Prompt: The whole listing is to be repeated exactly. Add nothing.
▬▬▬▬▬▬▬▬▬▬
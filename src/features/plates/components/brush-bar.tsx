// The brush and the tool: what a click or a dragged rectangle paints (Paint), or only selects
// (Select, then Space or "Apply brush" paints the selection).
import type { WellRole } from '@shared/plate-map/schema';
import { Button } from '@/components/ui/button';
import type { PhPoint, StudyVariant } from '../api/get-study-context';
import type { Brush } from '../utils/brush';
import { roleKeys, wellRoleLabels, wellRoles } from '../utils/roles';
import { RoleGlyph } from './role-glyph';

export type Tool = 'select' | 'paint';

export type BrushBarProps = {
  tool: Tool;
  onToolChange: (tool: Tool) => void;
  brush: Brush;
  onBrushChange: (brush: Brush) => void;
  variants: StudyVariant[];
  phPoints: PhPoint[];
  onApply: () => void;
};

const select = 'h-8 rounded border border-line-strong bg-surface px-1.5 text-ink';
const phLabel = (p: PhPoint) => `pH ${p.pH.toFixed(2)}${p.bufferName ? ` · ${p.bufferName}` : ''}`;

export function BrushBar({
  tool,
  onToolChange,
  brush,
  onBrushChange,
  variants,
  phPoints,
  onApply,
}: BrushBarProps) {
  const pointIndex = brush.point
    ? phPoints.findIndex((p) => p.pH === brush.point!.pH && p.buffer === brush.point!.buffer)
    : -1;
  return (
    <div
      className="flex flex-wrap items-end gap-x-3 gap-y-2 rounded border border-line bg-surface px-3 py-2"
      role="group"
      aria-label="Brush"
    >
      <fieldset>
        <legend className="mb-0.5 text-sm text-ink-muted">Tool</legend>
        <div className="flex overflow-hidden rounded border border-line-strong">
          {(['select', 'paint'] as const).map((t) => (
            <label
              key={t}
              className={`cursor-pointer px-2.5 leading-7 ${tool === t ? 'bg-accent-700 text-white' : 'bg-surface hover:bg-canvas'}`}
            >
              <input
                type="radio"
                name="tool"
                className="sr-only"
                checked={tool === t}
                onChange={() => onToolChange(t)}
              />
              {t === 'select' ? 'Select' : 'Paint'}
            </label>
          ))}
        </div>
      </fieldset>
      <fieldset>
        <legend className="mb-0.5 text-sm text-ink-muted">Role</legend>
        <div className="flex gap-1">
          {wellRoles.map((role: WellRole) => (
            <label
              key={role}
              title={`${wellRoleLabels[role]} (key ${roleKeys[role]})`}
              className={`flex cursor-pointer items-center gap-1 rounded border px-1.5 leading-7 ${brush.role === role ? 'border-accent-600 bg-accent-50 font-semibold' : 'border-line-strong bg-surface hover:bg-canvas'}`}
            >
              <input
                type="radio"
                name="brush-role"
                className="sr-only"
                checked={brush.role === role}
                onChange={() => onBrushChange({ ...brush, role })}
              />
              <RoleGlyph role={role} size={16} />
              <span>{wellRoleLabels[role].replace(' (no enzyme)', '')}</span>
            </label>
          ))}
        </div>
      </fieldset>
      <label className="block">
        <span className="mb-0.5 block text-sm text-ink-muted">Variant</span>
        <select
          className={`${select} max-w-36`}
          aria-label="Brush variant"
          value={brush.variantId ?? ''}
          disabled={brush.role !== 'sample'}
          onChange={(e) => onBrushChange({ ...brush, variantId: e.target.value || undefined })}
        >
          <option value="">Keep</option>
          {variants.map((v) => (
            <option key={v.id} value={v.id}>
              {v.name}
            </option>
          ))}
        </select>
      </label>
      <label className="block">
        <span className="mb-0.5 block text-sm text-ink-muted">pH point</span>
        <select
          className={`${select} max-w-40`}
          aria-label="Brush pH point"
          value={pointIndex}
          onChange={(e) => {
            const p = phPoints[Number(e.target.value)];
            onBrushChange({ ...brush, point: p ? { pH: p.pH, buffer: p.buffer } : undefined });
          }}
        >
          <option value={-1}>Keep</option>
          {phPoints.map((p, i) => (
            <option key={`${p.pH}-${i}`} value={i}>
              {phLabel(p)}
            </option>
          ))}
        </select>
      </label>
      <label className="block">
        <span className="mb-0.5 block text-sm text-ink-muted">Replicate</span>
        <select
          className={select}
          aria-label="Brush replicate"
          value={brush.replicate ?? ''}
          onChange={(e) =>
            onBrushChange({ ...brush, replicate: e.target.value ? Number(e.target.value) : undefined })
          }
        >
          <option value="">Keep</option>
          {Array.from({ length: 12 }, (_, i) => (
            <option key={i} value={i + 1}>
              {i + 1}
            </option>
          ))}
        </select>
      </label>
      {brush.role === 'standard' && (
        <label className="block">
          <span className="mb-0.5 block text-sm text-ink-muted">Standard µM</span>
          <input
            type="number"
            min={0}
            step="any"
            className={`${select} w-24 text-right`}
            aria-label="Brush standard concentration (µM)"
            value={brush.concentrationUm ?? ''}
            onChange={(e) =>
              onBrushChange({
                ...brush,
                concentrationUm: e.target.value === '' ? undefined : Number(e.target.value),
              })
            }
          />
        </label>
      )}
      <Button
        size="sm"
        className="mb-0.5"
        onClick={onApply}
        title="Paint the selected wells with the brush (Space)"
      >
        Apply brush
      </Button>
    </div>
  );
}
▬▬▬▬▬▬▬▬▬▬
Task answer:
filename src/features/plates/components/brush-bar.tsx
// The brush and the tool: what a click or a dragged rectangle paints (Paint), or only selects
// (Select, then Space or "Apply brush" paints the selection).
import type { WellRole } from '@shared/plate-map/schema';
import { Button } from '@/components/ui/button';
import type { PhPoint, StudyVariant } from '../api/get-study-context';
import type { Brush } from '../utils/brush';
import { roleKeys, wellRoleLabels, wellRoles } from '../utils/roles';
import { RoleGlyph } from './role-glyph';

export type Tool = 'select' | 'paint';

export type BrushBarProps = {
  tool: Tool;
  onToolChange: (tool: Tool) => void;
  brush: Brush;
  onBrushChange: (brush: Brush) => void;
  variants: StudyVariant[];
  phPoints: PhPoint[];
  onApply: () => void;
};

const select = 'h-8 rounded border border-line-strong bg-surface px-1.5 text-ink';
const phLabel = (p: PhPoint) => `pH ${p.pH.toFixed(2)}${p.bufferName ? ` · ${p.bufferName}` : ''}`;

export function BrushBar({
  tool,
  onToolChange,
  brush,
  onBrushChange,
  variants,
  phPoints,
  onApply,
}: BrushBarProps) {
  const pointIndex = brush.point
    ? phPoints.findIndex((p) => p.pH === brush.point!.pH && p.buffer === brush.point!.buffer)
    : -1;
  return (
    <div
      className="flex flex-wrap items-end gap-x-3 gap-y-2 rounded border border-line bg-surface px-3 py-2"
      role="group"
      aria-label="Brush"
    >
      <fieldset>
        <legend className="mb-0.5 text-sm text-ink-muted">Tool</legend>
        <div className="flex overflow-hidden rounded border border-line-strong">
          {(['select', 'paint'] as const).map((t) => (
            <label
              key={t}
              className={`cursor-pointer px-2.5 leading-7 ${tool === t ? 'bg-accent-700 text-white' : 'bg-surface hover:bg-canvas'}`}
            >
              <input
                type="radio"
                name="tool"
                className="sr-only"
                checked={tool === t}
                onChange={() => onToolChange(t)}
              />
              {t === 'select' ? 'Select' : 'Paint'}
            </label>
          ))}
        </div>
      </fieldset>
      <fieldset>
        <legend className="mb-0.5 text-sm text-ink-muted">Role</legend>
        <div className="flex gap-1">
          {wellRoles.map((role: WellRole) => (
            <label
              key={role}
              title={`${wellRoleLabels[role]} (key ${roleKeys[role]})`}
              className={`flex cursor-pointer items-center gap-1 rounded border px-1.5 leading-7 ${brush.role === role ? 'border-accent-600 bg-accent-50 font-semibold' : 'border-line-strong bg-surface hover:bg-canvas'}`}
            >
              <input
                type="radio"
                name="brush-role"
                className="sr-only"
                checked={brush.role === role}
                onChange={() => onBrushChange({ ...brush, role })}
              />
              <RoleGlyph role={role} size={16} />
              <span>{wellRoleLabels[role].replace(' (no enzyme)', '')}</span>
            </label>
          ))}
        </div>
      </fieldset>
      <label className="block">
        <span className="mb-0.5 block text-sm text-ink-muted">Variant</span>
        <select
          className={`${select} max-w-36`}
          aria-label="Brush variant"
          value={brush.variantId ?? ''}
          disabled={brush.role !== 'sample'}
          onChange={(e) => onBrushChange({ ...brush, variantId: e.target.value || undefined })}
        >
          <option value="">Keep</option>
          {variants.map((v) => (
            <option key={v.id} value={v.id}>
              {v.name}
            </option>
          ))}
        </select>
      </label>
      <label className="block">
        <span className="mb-0.5 block text-sm text-ink-muted">pH point</span>
        <select
          className={`${select} max-w-40`}
          aria-label="Brush pH point"
          value={pointIndex}
          onChange={(e) => {
            const p = phPoints[Number(e.target.value)];
            onBrushChange({ ...brush, point: p ? { pH: p.pH, buffer: p.buffer } : undefined });
          }}
        >
          <option value={-1}>Keep</option>
          {phPoints.map((p, i) => (
            <option key={`${p.pH}-${i}`} value={i}>
              {phLabel(p)}
            </option>
          ))}
        </select>
      </label>
      <label className="block">
        <span className="mb-0.5 block text-sm text-ink-muted">Replicate</span>
        <select
          className={select}
          aria-label="Brush replicate"
          value={brush.replicate ?? ''}
          onChange={(e) =>
            onBrushChange({ ...brush, replicate: e.target.value ? Number(e.target.value) : undefined })
          }
        >
          <option value="">Keep</option>
          {Array.from({ length: 12 }, (_, i) => (
            <option key={i} value={i + 1}>
              {i + 1}
            </option>
          ))}
        </select>
      </label>
      {brush.role === 'standard' && (
        <label className="block">
          <span className="mb-0.5 block text-sm text-ink-muted">Standard µM</span>
          <input
            type="number"
            min={0}
            step="any"
            className={`${select} w-24 text-right`}
            aria-label="Brush standard concentration (µM)"
            value={brush.concentrationUm ?? ''}
            onChange={(e) =>
              onBrushChange({
                ...brush,
                concentrationUm: e.target.value === '' ? undefined : Number(e.target.value),
              })
            }
          />
        </label>
      )}
      <Button
        size="sm"
        className="mb-0.5"
        onClick={onApply}
        title="Paint the selected wells with the brush (Space)"
      >
        Apply brush
      </Button>
    </div>
  );
}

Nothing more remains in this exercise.